舞園さんがそう言って指さしたのは赤色の小瓶だった。いつかに盾子ちゃんに塗ってもらってからというものの、演奏の際タッチが若干だが良い方向に変わったため、愛用しているマニキュアだ。ちなみにこれは盾子ちゃんプロデュースのブランドのもので、塗りやすさと乾きやすさ両方に優れたもの。

「うん。盾子ちゃんにもらったの……可愛いよね」
「はい、可愛いです七緒ちゃんが。でも、七緒ちゃんにはとあるアイドルをモチーフに作られたこのネイルカラーの方がとっても似合うと思います」

そう言って舞園さんが取り出したのは来週発売の"アイドル舞園さやか"をモチーフにしたコスメのひとつ。
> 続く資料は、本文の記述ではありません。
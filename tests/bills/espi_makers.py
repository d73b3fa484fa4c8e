"""Small invented files of the open utility-data standard, each with one trap.

Codes as in the standard's published schema (NAESB REQ.21); no schema text is copied.
"""

from __future__ import annotations

from datetime import UTC, datetime

HEAD = '<?xml version="1.0" encoding="UTF-8"?>\n'


def at(text: str) -> int:
    """Epoch seconds of ISO text in UTC."""
    return int(datetime.fromisoformat(text).replace(tzinfo=UTC).timestamp())


def entry(own: str, up: str, related: list[str], content: str) -> str:
    links = f'<link rel="self" href="{own}"/>' if own else ""
    links += f'<link rel="up" href="{up}"/>' if up else ""
    links += "".join(f'<link rel="related" href="{r}"/>' for r in related)
    title = "<title>12 Private Street</title>"
    return f"<entry><id>x</id>{links}{title}<content>{content}</content></entry>"


def point(kind: str = "1", own: str = "U/1/UsagePoint/1", related: list[str] | None = None) -> str:
    body = (
        f'<UsagePoint xmlns="http://naesb.org/espi"><ServiceCategory><kind>{kind}</kind>'
        "</ServiceCategory></UsagePoint>"
    )
    return entry(own, own.rpartition("/")[0], related or [f"{own}/MeterReading"], body)


def clock(
    tz: int = -18000, dst: int = 3600, begins: str = "360E2000", ends: str = "B40E2000"
) -> str:
    body = (
        f'<LocalTimeParameters xmlns="http://naesb.org/espi"><dstEndRule>{ends}</dstEndRule>'
        f"<dstOffset>{dst}</dstOffset><dstStartRule>{begins}</dstStartRule>"
        f"<tzOffset>{tz}</tzOffset></LocalTimeParameters>"
    )
    return entry("LocalTimeParameters/1", "LocalTimeParameters", [], body)


def meter(own: str = "U/1/UsagePoint/1/MeterReading/1", kind: str = "ReadingType/1") -> str:
    return entry(
        own,
        own.rpartition("/")[0],
        [f"{own}/IntervalBlock", kind],
        '<MeterReading xmlns="http://naesb.org/espi"/>',
    )


def reading_type(own: str = "ReadingType/1", **codes: object) -> str:
    fields = {"powerOfTenMultiplier": -3, "uom": 169, "flowDirection": 1, **codes}
    inner = "".join(f"<{k}>{v}</{k}>" for k, v in fields.items() if v is not None)
    return entry(
        own, "ReadingType", [], f'<ReadingType xmlns="http://naesb.org/espi">{inner}</ReadingType>'
    )


def reading(
    start: object, seconds: object, value: object, cost: object = None, quality: object = None
) -> str:
    inner = f"<cost>{cost}</cost>" if cost is not None else ""
    if quality is not None:
        inner += f"<ReadingQuality><quality>{quality}</quality></ReadingQuality>"
    if start is not None:
        inner += f"<timePeriod><duration>{seconds}</duration><start>{start}</start></timePeriod>"
    return f"<IntervalReading>{inner}<value>{value}</value></IntervalReading>"


def block(
    readings: list[str],
    *,
    own: str = "U/1/UsagePoint/1/MeterReading/1/IntervalBlock/1",
    start: object = 0,
    name: str = "IntervalBlock",
) -> str:
    body = (
        f'<{name} xmlns="http://naesb.org/espi"><interval><duration>1</duration>'
        f"<start>{start}</start></interval>{''.join(readings)}</{name}>"
    )
    return entry(own, own.rpartition("/")[0], [], body)


def summary(start: int, seconds: int, value: int, bill: int, name: str = "UsageSummary") -> str:
    body = (
        f'<{name} xmlns="http://naesb.org/espi"><billingPeriod><duration>{seconds}</duration>'
        f"<start>{start}</start></billingPeriod><billLastPeriod>{bill}</billLastPeriod>"
        "<overallConsumptionLastPeriod><powerOfTenMultiplier>-3</powerOfTenMultiplier>"
        f"<uom>169</uom><value>{value}</value></overallConsumptionLastPeriod></{name}>"
    )
    return entry(f"U/1/UsagePoint/1/{name}/{start}", f"U/1/UsagePoint/1/{name}", [], body)


def feed(*entries: str, head: str = HEAD) -> str:
    return (
        f'{head}<feed xmlns="http://www.w3.org/2005/Atom"><title>t</title>{"".join(entries)}</feed>'
    )


DAY = 86_400
JAN, FEB, MAR = at("2023-01-05T05:00"), at("2023-02-06T05:00"), at("2023-03-14T04:00")
MONTHS = [reading(JAN, FEB - JAN, 81000, 9510000), reading(FEB, MAR - FEB, 70500, 8800000)]


def gas(
    readings: list[str] | None = None, *, types: str | None = None, more: str = "", **where: str
) -> str:
    return feed(
        point(where.get("kind", "1")),
        clock(),
        meter(),
        block(readings or MONTHS),
        types if types is not None else reading_type(),
        more,
    )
青みがかった艶やかな黒髪をイメージしたのか、その色は濃紺だ。
内緒で数セット買わなければとチェックしていた品だったので、実物が見られたのが嬉しくて舞園さんの目を見つめたまま無意識に身を乗り出してしまう。

「やだ、七緒ちゃんたら大胆ですね!」
「あ!ごめんね……くれるのかなーって思ったら嬉しくてつい」

気付くともう少しでキスできてしまいそうな距離に、慌てて身を引く。ここは私の部屋なのだから誰かの目を気にする必要はないのだけれど、だからこそ気を付けなければいけないこともあるのだ。

「ふふふ、やっぱり七緒ちゃんは可愛いですね。勿論差し上げますよ、今から!」
「えっ」

そう言ってがしりと私の左手首を掴む彼女の顔は、それはもう素晴らしく可愛らしい笑顔。しかし相変わらず容姿にそぐわない力。
舞園さんは私の手をふたりの間にある机に固定すると小瓶を片手で器用に開け、乾いた赤の上から濃紺を重ねる。除光液あるよと伝えても「上書きするから意味があるんですよ」とと突っぱねられてしまった。

「私、知ってるんです」

突然の言葉にどきりとする。手首を掴まれた瞬間、一瞬でも思い出したあの日盾子ちゃんとあった攻防。おそらく、そんなやましい気持ちのせいだった。
けれど、残念なことに予感は当たってしまう。舞園さんは少し影を落としたような表情で続けた。

「ある日、教室で江ノ島さんと七緒ちゃんがキスをしていたの「ごっごめんね、でも指を舐められちゃったのは不可抗力といいますか!」
「え?」
「えっ」

墓穴を掘った。
舞園さんと付き合う前のことなので言う必要はなかったかなと後悔。でも、やましい気持ちは確かにあったので、言って良かったのかもと少しだけ思う。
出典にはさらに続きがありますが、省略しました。